Here’s an article that goes into greater detail on the different types of oils for cutting boards and cutting board maintenance. Ardec – Finish and maintain cutting boards

Advantage:

Easy to apply

Easy to reapply when you need a touch up

Minimal smell

Disadvantage:

The wood isn’t really sealed as additional oils can and will penetrate given the opportunity. Again this oil can be from an unintentional source like greasy hands.

Dirt and dust will accumulate on it and because the oil is a “wet” finish it will stick.

Oils don’t quickly dry out, but they do need to be reapplied to keep up the protection level.

A mineral oil finish is one of the better choices for projects like trivets that will be subjected to high heat. I’ve taken pans straight out of the oven at 400F (204.4 celsius) and placed them on the trivet without experiencing any problems like wood discoloration, etc.

POLYCRYLIC

Polycrylic provides a clear tough finish that is water resistant, so can be used for coasters.

When to use: This can be used for all indoor applications, and is a great choice for coasters. I wouldn’t recommend it for items that come in contact with food; especially cutting board.

To Apply: Brush on a thin layer and let dry a minimum of 2 hours. Sand lightly and then brush on another coat. Continue this process until you reach the number of desired coats.

Advantages:

Tough finish.

Comes in a variety of finishes from matte to glossy.

Cleans up with water

Doesn’t have a strong odor (Brenda here – it reminds me of Elmers white glue)

It is water resistant. (Brenda here – I did a test by placing a wet glass on it for several hours. Then I removed the glass and let the water ring dry on its own. After it was dry I couldn’t tell where the glass has been. Also I put a coffee cup filled with boiling water and let that sit for several hours.

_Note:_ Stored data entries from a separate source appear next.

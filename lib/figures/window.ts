/** The shared window of several histories: every origin, and every ending that falls within reason. */
import type { Solution } from '../solve'
import type { Contents } from './contents'
import type { Range, Scaling } from './scale'

export type Seen = Pick<Solution, 'origin' | 'end' | 'measures'>
/** a at times in Gyr from now, ascending; null where the history does not reach. */
export type Scales = (times: readonly number[]) => readonly (number | null)[]

export interface Entry<S extends Seen = Seen> {
  readonly solution: S
  readonly scales: Scales
  /** What dominates at a time; absent where nobody knows. */
  readonly contents?: (time: number) => Contents | null
}

/** Times in Gyr from now. */
export interface Window extends Range {
  /** Scale factor at the upper edge; the lower one is 0. */
  readonly top: number
}

/** What a person asks of the window. */
export interface Wanted {
  readonly time: 'log' | null
  readonly from: number | null
  readonly to: number | null
}

// All numbers here are tuned by eye.
/** Past longer than this many Hubble times leaves by an arrow. */
const LONGEST_PAST = 12
/** Past without a beginning is shown for this many Hubble times. */
const ETERNAL_PAST = 1.4
/** A bounce shows this part of its time again before it. */
const BEFORE_BOUNCE = 0.6
/** Future without an ending, and the farthest ending, in units of the past. */
const FUTURE = { linear: { plain: 2.4, farthest: 10 }, log: { plain: 30, farthest: 3000 } }
const MARGIN = 1.05
/** Largest scale factors for those that turn and for those that do not. */
const TURNING_TOP = 12
const PLAIN_TOP = 5
const LEAST_TOP = 1.25
const HEADROOM = 1.15
/** The signed logarithm is as good as linear over about this part of the past. */
const NEARLY_LINEAR = 0.07
/** In a range of one's own the figure is as high as all but this part of it. */
const CUT = 0.12
const TRIED = 32

export function windowOf(entries: readonly Entry[], wanted: Wanted = { time: null, from: null, to: null }): Window {
  const past = Math.max(...entries.map(({ solution }) => pastOf(solution)))
  const scaling: Scaling = wanted.time === 'log' ? 'signed-log' : 'linear'
  const future = futureOf(
    entries.map(({ solution }) => solution),
    past,
    wanted.time === 'log' ? FUTURE.log : FUTURE.linear,
  )
  const shape = { scaling, linear: 10 ** Math.round(Math.log10(NEARLY_LINEAR * past)) }
  const [from, to] = [wanted.from ?? -past * MARGIN, wanted.to ?? future]
  if (to <= from || (wanted.from === null && wanted.to === null)) {
    const top = Math.max(LEAST_TOP, ...entries.map((entry) => topOf(entry, future)))
    return { ...shape, from: -past * MARGIN, to: future, top }
  }
  return { ...shape, from, to, top: topWithin(entries, from, to) }
}

function pastOf({ origin, measures }: Seen): number {
  const hubbleTime = measures.hubbleTime.value ?? 1
  if (origin.time === null) return ETERNAL_PAST * hubbleTime
  const before = origin.kind === 'bounce' || origin.kind === 'oscillating' ? 1 + BEFORE_BOUNCE : 1
  return Math.min(-origin.time * before, LONGEST_PAST * hubbleTime)
}

function futureOf(solutions: readonly Seen[], past: number, { plain, farthest }: typeof FUTURE.linear): number {
  const events = solutions.map((one) => lastEvent(one, farthest * past))
  const shown = events.filter((time) => time !== null)
  const least = shown.length === events.length ? 0.5 * past : plain * past
  return Math.max(least, ...shown.map((time) => time * MARGIN))
}

/** The ending, else the turn, if it comes before `limit`. */
function lastEvent({ end }: Seen, limit: number): number | null {
  const times = [end.time, end.turnaround?.time ?? null]
  return times.find((time) => time !== null && time <= limit) ?? null
}

function topOf({ solution, scales }: Entry, to: number): number {
  const { end } = solution
  const turn = end.turnaround
  if (turn !== null && turn.time <= to) return Math.min(TURNING_TOP, turn.scale * HEADROOM)
  const times = [0.25, 0.5, 0.75, 1].map((part) => part * Math.min(to, end.time ?? to))
  // The last of these times may be that of the end, which a history reaches or not by rounding.
  const sizes = scales(times).map((scale) => scale ?? end.scale ?? PLAIN_TOP)
  const reached = Math.max(...sizes, end.kind === 'rip' ? PLAIN_TOP : 0)
  return Math.min(PLAIN_TOP, reached * HEADROOM)
}

/** High enough for nearly all that happens within a range. */
function topWithin(entries: readonly Entry[], from: number, to: number): number {
  const times = Array.from({ length: TRIED + 1 }, (_, i) => from + ((to - from) * i) / TRIED)
  const found = entries
    .flatMap(({ scales }) => scales(times))
    .filter((scale) => scale !== null && Number.isFinite(scale)) as number[]
  const sorted = found.sort((one, other) => one - other)
  const nearly = sorted[Math.floor((1 - CUT) * (sorted.length - 1))]
  return nearly === undefined ? LEAST_TOP : Math.max(1e-9, Math.min((sorted.at(-1) ?? 1) * HEADROOM, nearly * 1.5))
}
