/** Places that are kept at most. */
const MOST = 4096

/** What is asked again and again at the same places is computed once. */
export function remembered<T>(answer: (place: number) => T): (place: number) => T {
  const known = new Map<number, T>()
  return (place) => {
    const found = known.get(place)
    if (found !== undefined) return found
    if (known.size === MOST) known.clear()
    const value = answer(place)
    known.set(place, value)
    return value
  }
}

Again, it did nothing to the finish).

We couldn’t tell the difference between wood treated with this and lacquer by just looking at it. If you touch it they have a texture difference as the polycrylic has a slight plastic feel.

Disadvantages:

Need to lightly sand between coats.

Unsure about how well the finish will age. We have a test piece sitting in a window to age in the sun, so will follow up later on how polycrylic ages.

Makes the wood feel like it is coated with plastic and Brenda doesn’t care for that.

POLYURETHANE

This is a plastic in the form of a liquid that goes on either brushed or sprayed and then dries to a solid firm coat. There are basically two forms – water based and oil based. Oil based is slightly tougher than the water based. I don’t worry a lot about toughness in a finish on artwork, usually, as I find it mostly stays indoors and on a well, but if the piece is going to get handled, then polyurethane good option if you don’t mind that it adds a yellow hue to the wood.

When to use: This finished will handle tough treatment and resist moisture better than lacquer, so it is good for furniture. Note that it adds a yellow hue to the wood that in some applications this is desirable. If the yellow hue is undesired, then use Polycrylic instead.

To Apply: in a WELL ventilated area, brush on a thin coat, and let dry 3-4 hours. Lightly sand (220 grit), apply a second coat, and let dry 3-4 hours. repeat. I typically apply 3 coats to a project.

Advantages:

Tough finish

long lasting,

Easy to apply, but needs sanding between each coat.

Comes in several varieties: matte, semi-gloss, gloss, and high gloss.

Can be sprayed on or brushed on, whichever you prefer.

Oil based handles heat better than water based.

Water based finish has significantly less odor when applying.

Disadvantages:

Water based doesn’t handle high heat well, so don’t use it for the finish on your coasters, trivets, or anything that receives what’s coming out of a hot oven or stove top as it will discolor.

You have to sand between each coat; not much but it must be scuffed or the next coat will not bond properly.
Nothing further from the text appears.